Solving the Paradox of the Structure Specific 5'nucleases
Date: Wednesday, December 21st, 2016
Time: 11:00 AM
Location: Building 4, Room 125
Dr. Samir M. Hamdan
Division of Biological and Environmental Sciences and Engineering, King Abdullah University of Science and Technology. KSA
Structure-specific 5'-nucleases recognize a diverse range of aberrant DNA structures: nicks, gaps, flaps, bubble and four-way junctions. These pathway intermediates are highly common in DNA replication, recombination and repair but also are toxic underscoring the human diseases associated with their mutations. Recent structural and biochemical analysis have revealed potential mechanisms of DNA bending and deliberate unpairing, but these mechanisms remain controversial and their contribution to substrate specificity is largely unknown. Here I will present single molecule Förster resonance energy transfer study on the superfamily member human flap endonuclease-1 (FEN1) showing that coupling conformational changes on both FEN1 and substrate with active site assembly controls its catalytic selectivity. This coupling is mutual when encountering cognate substrate and stabilizes a transition state that has been thoroughly vetted by multiple checks and cleaves without missed opportunity. While noncognate substrates disrupt this coupling and drastically reduced its probability to assemble a catalytically competent active site. These results provide the first example of how catalytic selectivity is achieved in structure specific nucleases without relying on a specific DNA sequence or even non-conical nucleotide.

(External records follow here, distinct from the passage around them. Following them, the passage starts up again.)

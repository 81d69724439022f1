import { describe, expect, it } from 'vitest';
import { composeBuildFailedMail, createLinks, describeReportedCheck, type BuildFailedInput, type ReportedCheck } from '../src/index.js';

const links = createLinks('https://earmark.example/');
const check = (c: Partial<ReportedCheck> & { id: string }): ReportedCheck => ({
  label: null, measured: null, limit: null, margin: null, unit: null, worstHz: null, error: null, waivedUntil: null, ...c,
});

const input: BuildFailedInput = {
  project: { key: 'kestrel-buds', name: 'Kestrel Buds' },
  build: { sha: '4f2a9c1d0e5b7a8c', branch: 'main', label: 'rc2' },
  status: 'error',
  links,
  cells: [
    {
      testCase: 'eq.music.sweep', target: 'evt2-48k', captureId: 'cap-sweep', outcome: 'fail', reason: null,
      checks: [
        check({ id: 'response', label: 'Flat ±1 dB', measured: 2.0412, limit: 1, margin: -1.0412, unit: 'dB', worstHz: 8021.7 }),
        check({ id: 'thd', measured: 0.52, limit: 0.1, margin: -0.42, unit: '%', waivedUntil: '2027-03-31T23:59:59.999Z' }),
      ],
    },
    { testCase: 'eq.music.sweep', target: 'evt1-44k', captureId: 'cap-sweep-2', outcome: 'fail', reason: null, checks: [check({ id: 'level', measured: -33.1, limit: -16, margin: -17.1, unit: 'dBFS' })] },
    { testCase: 'noise.idle', target: 'evt2-48k', captureId: 'cap-idle', outcome: 'error', reason: 'The capture ends 1.400 s before the stimulus ends.', checks: [] },
    { testCase: 'tone.level', target: 'board', captureId: 'cap-tone', outcome: 'pass', reason: 'passed with waiver: loudness', checks: [check({ id: 'loudness', margin: -0.5, unit: 'LUFS', waivedUntil: '2027-01-15T23:59:59.999Z' })] },
    { testCase: 'hum.idle', target: 'board', captureId: 'cap-hum', outcome: 'pass', reason: null, checks: [] },
  ],
};

describe('build-failed mail', () => {
  const mail = composeBuildFailedMail(input);

  it('names the build and counts failing and erroring cells in the subject (an error outranks a failure)', () => {
    expect(mail.kind).toBe('build-failed');
    expect(mail.subject).toBe('[Earmark] kestrel-buds build 4f2a9c1d0e has errors: 2 failing cells, 1 erroring cell');
    expect(composeBuildFailedMail({ ...input, status: 'fail', cells: input.cells.slice(0, 1) }).subject).toBe('[Earmark] kestrel-buds build 4f2a9c1d0e failed: 1 failing cell');
    expect(mail.text.split('\n')[0]).toBe('Build 4f2a9c1d0e5b7a8c on main (rc2) of Kestrel Buds has errors: some captures could not be judged, so the gate cannot tell whether it meets its masks.');
  });

  it('lists every failing and erroring cell with its checks, margins with units (dB for a dBFS check), worst frequency and its capture link', () => {
    const failed = mail.text.slice(mail.text.indexOf('Failed:'), mail.text.indexOf('Could not be judged:'));
    expect(failed.split('\n').filter(Boolean)).toEqual([
      'Failed:',
      '- eq.music.sweep on evt2-48k',
      '  Flat ±1 dB (response): measured 2.04 dB, limit 1.00 dB, margin −1.04 dB at 8.02 kHz',
      '  thd: passed with waiver, until 2027-03-31',
      '  Capture: https://earmark.example/projects/kestrel-buds/builds/4f2a9c1d0e5b7a8c/captures/cap-sweep',
      '- eq.music.sweep on evt1-44k',
      '  level: measured −33.10 dBFS, limit −16.00 dBFS, margin −17.10 dB',
      '  Capture: https://earmark.example/projects/kestrel-buds/builds/4f2a9c1d0e5b7a8c/captures/cap-sweep-2',
    ]);
    const errored = mail.text.slice(mail.text.indexOf('Could not be judged:'), mail.text.indexOf('Passed with waiver:'));
    expect(errored.split('\n').filter(Boolean)).toEqual([
      'Could not be judged:',
      '- noise.idle on evt2-48k',
      '  The capture ends 1.400 s before the stimulus ends.',
      '  Capture: https://earmark.example/projects/kestrel-buds/builds/4f2a9c1d0e5b7a8c/captures/cap-idle',
    ]);
  });

  it('shows waived checks as passed with waiver until their date, never among the failures', () => {
    const waived = mail.text.slice(mail.text.indexOf('Passed with waiver:'), mail.text.indexOf('Open the build:'));
    expect(waived.split('\n').filter(Boolean)).toEqual([
      'Passed with waiver:',
      '- tone.level on board',
      '  loudness: passed with waiver, until 2027-01-15',
      '  Capture: https://earmark.example/projects/kestrel-buds/builds/4f2a9c1d0e5b7a8c/captures/cap-tone',
    ]);
    expect(mail.text).not.toMatch(/thd: measured/);
    expect(mail.text).not.toMatch(/loudness: .*margin/);
  });

  it('leaves out passing cells, links the build and says why the reader gets it and where to change that', () => {
    expect(mail.text).not.toContain('hum.idle');
    expect(mail.text).toContain('Open the build: https://earmark.example/projects/kestrel-buds/builds/4f2a9c1d0e5b7a8c\n');
    expect(mail.text).toContain('\n-- \nYou get this because you subscribed to build-failure mail of Kestrel Buds (on by default for engineers and QA managers). Change it on the project page: https://earmark.example/projects/kestrel-buds#mail\n');
    expect(mail.payload).toEqual({ project: 'kestrel-buds', sha: '4f2a9c1d0e5b7a8c', status: 'error', captureIds: ['cap-sweep', 'cap-sweep-2', 'cap-idle'] });
  });

  it('has an HTML part with the same cells and links', () => {
    expect(mail.html).toMatch(/^<!doctype html>/);
    expect(mail.html).toContain('<h3 style="font-size:15px;margin:1.2em 0 0.4em">Failed</h3>');
    expect(mail.html).toContain('Flat ±1 dB (response): measured 2.04 dB, limit 1.00 dB, margin −1.04 dB at 8.02 kHz');
    expect(mail.html).toContain('<a href="https://earmark.example/projects/kestrel-buds/builds/4f2a9c1d0e5b7a8c/captures/cap-idle">');
    expect(mail.html).toContain('<a href="https://earmark.example/projects/kestrel-buds#mail">Change it on the project page</a>');
    expect(mail.html).not.toContain('hum.idle');
  });

  it('escapes every interpolated value in the HTML part, and only there', () => {
    const hostile = composeBuildFailedMail({
      ...input,
      project: { key: 'kestrel-buds', name: 'Kestrel <Buds> & "Co"' },
      build: { sha: 'abc1234', branch: "feat/<script>alert('x')</script>", label: null },
      cells: [{ testCase: 'eq.<b>', target: 't&1', captureId: 'c"1', outcome: 'error', reason: '<img src=x onerror=alert(1)>', checks: [check({ id: 'level', label: '<i>loud</i>', margin: -1, unit: 'dB' })] }],
    });
    expect(hostile.html).not.toMatch(/<script|<img|<b>|<i>/);
    expect(hostile.html).toContain('Kestrel &lt;Buds&gt; &amp; &quot;Co&quot;');
    expect(hostile.html).toContain('feat/&lt;script&gt;alert(&#39;x&#39;)&lt;/script&gt;');
    expect(hostile.html).toContain('eq.&lt;b&gt; on t&amp;1');
    expect(hostile.html).toContain('&lt;img src=x onerror=alert(1)&gt;');
    expect(hostile.html).toContain('&lt;i&gt;loud&lt;/i&gt; (level): margin −1.00 dB');
    expect(hostile.html).toContain('href="https://earmark.example/projects/kestrel-buds/builds/abc1234/captures/c&quot;1"');
    // The plain-text part is text: nothing to escape.
    expect(hostile.text).toContain("Build abc1234 on feat/<script>alert('x')</script> of Kestrel <Buds> & \"Co\" has errors");
  });
});

describe('describeReportedCheck', () => {
  it('formats each part it has and says when nothing was measured', () => {
    expect(describeReportedCheck(check({ id: 'clipping', measured: 312, limit: 0, margin: -312 }))).toBe('clipping: measured 312, limit 0, margin −312');
    expect(describeReportedCheck(check({ id: 'band', margin: -0.25, unit: 'dB', worstHz: 63.0957 }))).toBe('band: margin −0.25 dB at 63.1 Hz');
    expect(describeReportedCheck(check({ id: 'response', error: 'the capture is too short' }))).toBe('response: could not be measured: the capture is too short');
    expect(describeReportedCheck(check({ id: 'odd' }))).toBe('odd: failed');
  });
});
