import { describe, expect, it } from 'vitest';
import {
  composeDriftMail,
  composeMaskDecisionMail,
  composeMaskReviewMail,
  composeWaiverDecisionMail,
  composeWaiverExpiredMail,
  composeWaiverRequestMail,
  composeWaiverRevokedMail,
  createLinks,
  escapeHtml,
  renderMail,
} from '../src/index.js';

const links = createLinks('https://earmark.example');
const project = { key: 'heron-bar', name: 'Heron <Soundbar>' };
const quinn = { displayName: 'Quinn Abara', email: 'qa@fernwick.test' };
const emil = { displayName: 'Emil Sato', email: 'emil@fernwick.test' };

describe('renderMail', () => {
  it('writes a text part and an escaped HTML part from the same blocks', () => {
    const mail = renderMail({
      kind: 'test',
      subject: 'S <1>',
      blocks: [
        { type: 'paragraph', content: ['See ', { href: 'https://x.example/?a=1&b=2', text: 'the <page>' }] },
        { type: 'quote', label: 'Note', text: 'line one\n<line> two' },
        { type: 'list', title: 'Items', items: [{ content: ['first'], details: [['detail & more']] }] },
      ],
      footer: { reason: 'Because.' },
      payload: { a: 1 },
    });
    expect(mail.text).toBe('See the <page> (https://x.example/?a=1&b=2)\n\nNote: line one\n  <line> two\n\nItems:\n- first\n  detail & more\n\n-- \nBecause.\n');
    expect(mail.html).toContain('<title>S &lt;1&gt;</title>');
    expect(mail.html).toContain('<p>See <a href="https://x.example/?a=1&amp;b=2">the &lt;page&gt;</a></p>');
    expect(mail.html).toContain('line one<br>&lt;line&gt; two');
    expect(mail.html).toContain('<li>first<br><span style="color:#444">detail &amp; more</span></li>');
    expect(mail.payload).toEqual({ a: 1 });
  });

  it('escapes the five HTML-significant characters', () => {
    expect(escapeHtml(`<a href="x">'&'</a>`)).toBe('&lt;a href=&quot;x&quot;&gt;&#39;&amp;&#39;&lt;/a&gt;');
  });
});

describe('mask-review mail', () => {
  it('tells QA managers what waits for review and where', () => {
    const mail = composeMaskReviewMail({
      project, testCase: 'eq.sweep', revision: 4, target: null, submittedBy: emil, author: emil, checkCount: 3, basedOn: 2,
      note: 'Looser <1 kHz', masksPage: links.masksPage('heron-bar', 'eq.sweep'), approvalsPage: links.approvalsPage('heron-bar'),
    });
    expect(mail.kind).toBe('mask-review');
    expect(mail.subject).toBe('[Earmark] heron-bar: mask eq.sweep revision 4 awaits review');
    expect(mail.text).toContain('Emil Sato (emil@fernwick.test) submitted revision 4 of the tolerance mask for eq.sweep (all targets) in Heron <Soundbar> for review.');
    expect(mail.text).toContain('Author: emil@fernwick.test. Checks: 3. Copied from revision 2.');
    expect(mail.text).toContain('Note: Looser <1 kHz');
    expect(mail.text).toContain('Review it: https://earmark.example/projects/heron-bar/test-cases/eq.sweep/masks');
    expect(mail.text).toContain('All reviews waiting: https://earmark.example/projects/heron-bar/approvals');
    expect(mail.text).toContain('You get this because you are a QA manager of Heron <Soundbar> in Earmark.');
    expect(mail.html).toContain('Looser &lt;1 kHz');
    expect(mail.html).toContain('Heron &lt;Soundbar&gt;');
    expect(mail.payload).toEqual({ project: 'heron-bar', testCase: 'eq.sweep', revision: 4 });
  });
});

describe('mask-decision mail', () => {
  const base = { project, testCase: 'eq.sweep', revision: 4, target: 'evt2', reviewer: quinn, masksPage: links.masksPage('heron-bar', 'eq.sweep') };

  it('tells the author about an approval, with the comment', () => {
    const mail = composeMaskDecisionMail({ ...base, decision: 'approved', comment: 'Matches the <bench>.' });
    expect(mail.kind).toBe('mask-approved');
    expect(mail.subject).toBe('[Earmark] heron-bar: mask eq.sweep revision 4 was approved');
    expect(mail.text).toContain('Quinn Abara (qa@fernwick.test) approved revision 4 of the tolerance mask for eq.sweep (target evt2) in Heron <Soundbar>. It is now the mask in force and judges new captures.');
    expect(mail.text).toContain('Comment: Matches the <bench>.');
    expect(mail.text).toContain('Open the mask: https://earmark.example/projects/heron-bar/test-cases/eq.sweep/masks');
    expect(mail.text).toContain('You get this because you wrote revision 4 of this mask in Earmark.');
    expect(mail.html).toContain('Matches the &lt;bench&gt;.');
    expect(mail.payload).toEqual({ project: 'heron-bar', testCase: 'eq.sweep', revision: 4, decision: 'approved' });
  });

  it('tells the author about a rejection and what to do next; no comment line without a comment', () => {
    const mail = composeMaskDecisionMail({ ...base, decision: 'rejected', comment: null });
    expect(mail.kind).toBe('mask-rejected');
    expect(mail.text).toContain('rejected revision 4');
    expect(mail.text).toContain('copy it to a new draft');
    expect(mail.text).not.toContain('Comment:');
  });
});

describe('waiver mail', () => {
  it('asks QA managers to decide a request', () => {
    const mail = composeWaiverRequestMail({
      project, waiverId: 'w1', findingId: 'f1', findingTitle: 'thd: margin −0.4 %', testCase: 'tone', checkId: 'thd', target: 'evt2',
      until: new Date('2027-03-31T23:59:59.999Z'), reason: 'Codec erratum <14>', requester: emil, approvalsPage: links.approvalsPage('heron-bar'),
    });
    expect(mail.kind).toBe('waiver-requested');
    expect(mail.subject).toBe('[Earmark] heron-bar: waiver requested for tone / thd');
    expect(mail.text).toContain('Emil Sato (emil@fernwick.test) asks to accept a deviation in Heron <Soundbar> until 2027-03-31.');
    expect(mail.text).toContain('- Scope: tone / thd on target evt2');
    expect(mail.text).toContain('Reason: Codec erratum <14>');
    expect(mail.html).toContain('Codec erratum &lt;14&gt;');
    expect(mail.payload).toEqual({ project: 'heron-bar', waiverId: 'w1', findingId: 'f1' });
  });

  it('tells the requester the decision', () => {
    const approved = composeWaiverDecisionMail({
      project, waiverId: 'w1', testCase: 'tone', checkId: 'thd', decision: 'approved', until: new Date('2027-03-31T23:59:59.999Z'),
      decider: quinn, comment: 'Until rev C.', findingsPage: links.findingsPage('heron-bar'),
    });
    expect(approved.kind).toBe('waiver-approved');
    expect(approved.subject).toBe('[Earmark] heron-bar: your waiver for tone / thd was approved');
    expect(approved.text).toContain('Quinn Abara (qa@fernwick.test) approved your waiver for tone / thd in Heron <Soundbar>; it runs until 2027-03-31');
    expect(approved.text).toContain('Comment: Until rev C.');
    expect(approved.text).toContain('You get this because you requested the waiver in Earmark.');
    const rejected = composeWaiverDecisionMail({ ...{ project, waiverId: 'w1', testCase: 'tone', checkId: 'thd', until: new Date(), decider: quinn, findingsPage: '' }, decision: 'rejected', comment: 'No.' });
    expect(rejected.kind).toBe('waiver-rejected');
    expect(rejected.text).toContain('the check keeps failing builds');
  });

  it('tells the assignee that a waiver expired and which findings are open again', () => {
    const mail = composeWaiverExpiredMail({
      project, waiverId: 'w1', testCase: 'tone', checkId: 'thd', target: null, expiredAt: new Date('2027-03-31T23:59:59.999Z'),
      reason: 'Codec erratum', reopened: [{ id: 'f1', title: 'thd <fails>' }], recipientIs: 'assignee',
    });
    expect(mail.kind).toBe('waiver-expired');
    expect(mail.subject).toBe('[Earmark] heron-bar: waiver for tone / thd expired');
    expect(mail.text).toContain('ran until 2027-03-31 and has expired');
    expect(mail.text).toContain('Its finding is open again:\n- thd <fails>');
    expect(mail.text).toContain('You get this because you are assigned the finding in Earmark.');
    expect(mail.html).toContain('thd &lt;fails&gt;');
    expect(mail.payload).toEqual({ project: 'heron-bar', waiverId: 'w1', findingIds: ['f1'] });
  });
});

describe('waiver-revoked mail', () => {
  const base = {
    project, waiverId: 'w1', testCase: 'tone', checkId: 'thd', until: new Date('2027-03-31T23:59:59.999Z'), revokedBy: quinn,
    reason: 'Rev B boards are <retired>.', findingsPage: links.findingsPage('heron-bar'),
  };

  it('tells the requester who revoked which waiver, why, and that the check fails builds again', () => {
    const mail = composeWaiverRevokedMail({ ...base, target: 'evt2', recipientIs: 'requester' });
    expect(mail.kind).toBe('waiver-revoked');
    expect(mail.subject).toBe('[Earmark] heron-bar: waiver for tone / thd on target evt2 revoked by Quinn Abara');
    expect(mail.text).toBe(
      'Quinn Abara (qa@fernwick.test) revoked the waiver for tone / thd on target evt2 in Heron <Soundbar>, which was to run until 2027-03-31.\n\n' +
        'Reason: Rev B boards are <retired>.\n\n' +
        'From now on the check fails builds again: the captures it covered were judged again at once and count it as a failure.\n\n' +
        'Findings: https://earmark.example/projects/heron-bar/findings\n\n' +
        '-- \nYou get this because you requested the waiver in Earmark.\n',
    );
    expect(mail.html).toContain('Rev B boards are &lt;retired&gt;.');
    expect(mail.html).toContain('<a href="https://earmark.example/projects/heron-bar/findings">');
    expect(mail.payload).toEqual({ project: 'heron-bar', waiverId: 'w1', revokedBy: 'qa@fernwick.test' });
  });

  it('names every target for an unscoped waiver and tells the assignee why they get it', () => {
    const mail = composeWaiverRevokedMail({ ...base, target: null, recipientIs: 'assignee' });
    expect(mail.subject).toBe('[Earmark] heron-bar: waiver for tone / thd on every target revoked by Quinn Abara');
    expect(mail.text).toContain('revoked the waiver for tone / thd on every target in Heron <Soundbar>');
    expect(mail.text).toContain('You get this because you are assigned the finding in Earmark.');
  });
});

describe('drift mail', () => {
  it('reports the shrink in dB with both builds and the subscription footer', () => {
    const mail = composeDriftMail({
      project,
      build: { sha: 'd000004abcdef1234', branch: 'main' },
      flag: { testCase: 'eq.sweep', target: 'board', checkId: 'response', shrinkDb: 1.6234, builds: 4, bestMargin: 2.512, bestSha: 'd000001', latestMargin: 0.8886, thresholdDb: 1 },
      links,
    });
    expect(mail.kind).toBe('drift');
    expect(mail.subject).toBe('[Earmark] heron-bar main: response on eq.sweep/board is drifting');
    expect(mail.text).toContain('still passes but shrank by 1.62 dB over the last 4 builds of main: from +2.51 dB (build d000001) to +0.89 dB (build d000004abc).');
    expect(mail.text).toContain('The project flags a shrink of more than 1.00 dB.');
    expect(mail.text).toContain('Open the build: https://earmark.example/projects/heron-bar/builds/d000004abcdef1234');
    expect(mail.text).toContain('Change it on the project page: https://earmark.example/projects/heron-bar#mail');
    expect(mail.payload).toEqual({ project: 'heron-bar', sha: 'd000004abcdef1234', testCase: 'eq.sweep', target: 'board', checkId: 'response' });
  });
});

Prof Hamdan finished his PhD from Australian National University (Canberra) and did his postdoctoral studies at Harvard Medical School. In 2009, he started his academic career as an Assistant Professor at King Abdullah University of Science Technology and is currently an Associate Professor of Biosciences. His research interest focuses on understanding the molecular mechanisms involved in DNA replication and its interplay with other process such as repair and recombination. By combining biochemical, biophysical, and structural tools with the real time observation of single-molecule imaging techniques he aims to advance our understanding of the molecular mechanisms underlying these processes.
All faculty, researchers and graduate students are invited to attend.
There will be a get-together with refreshments at 10:45-11:00 a.m.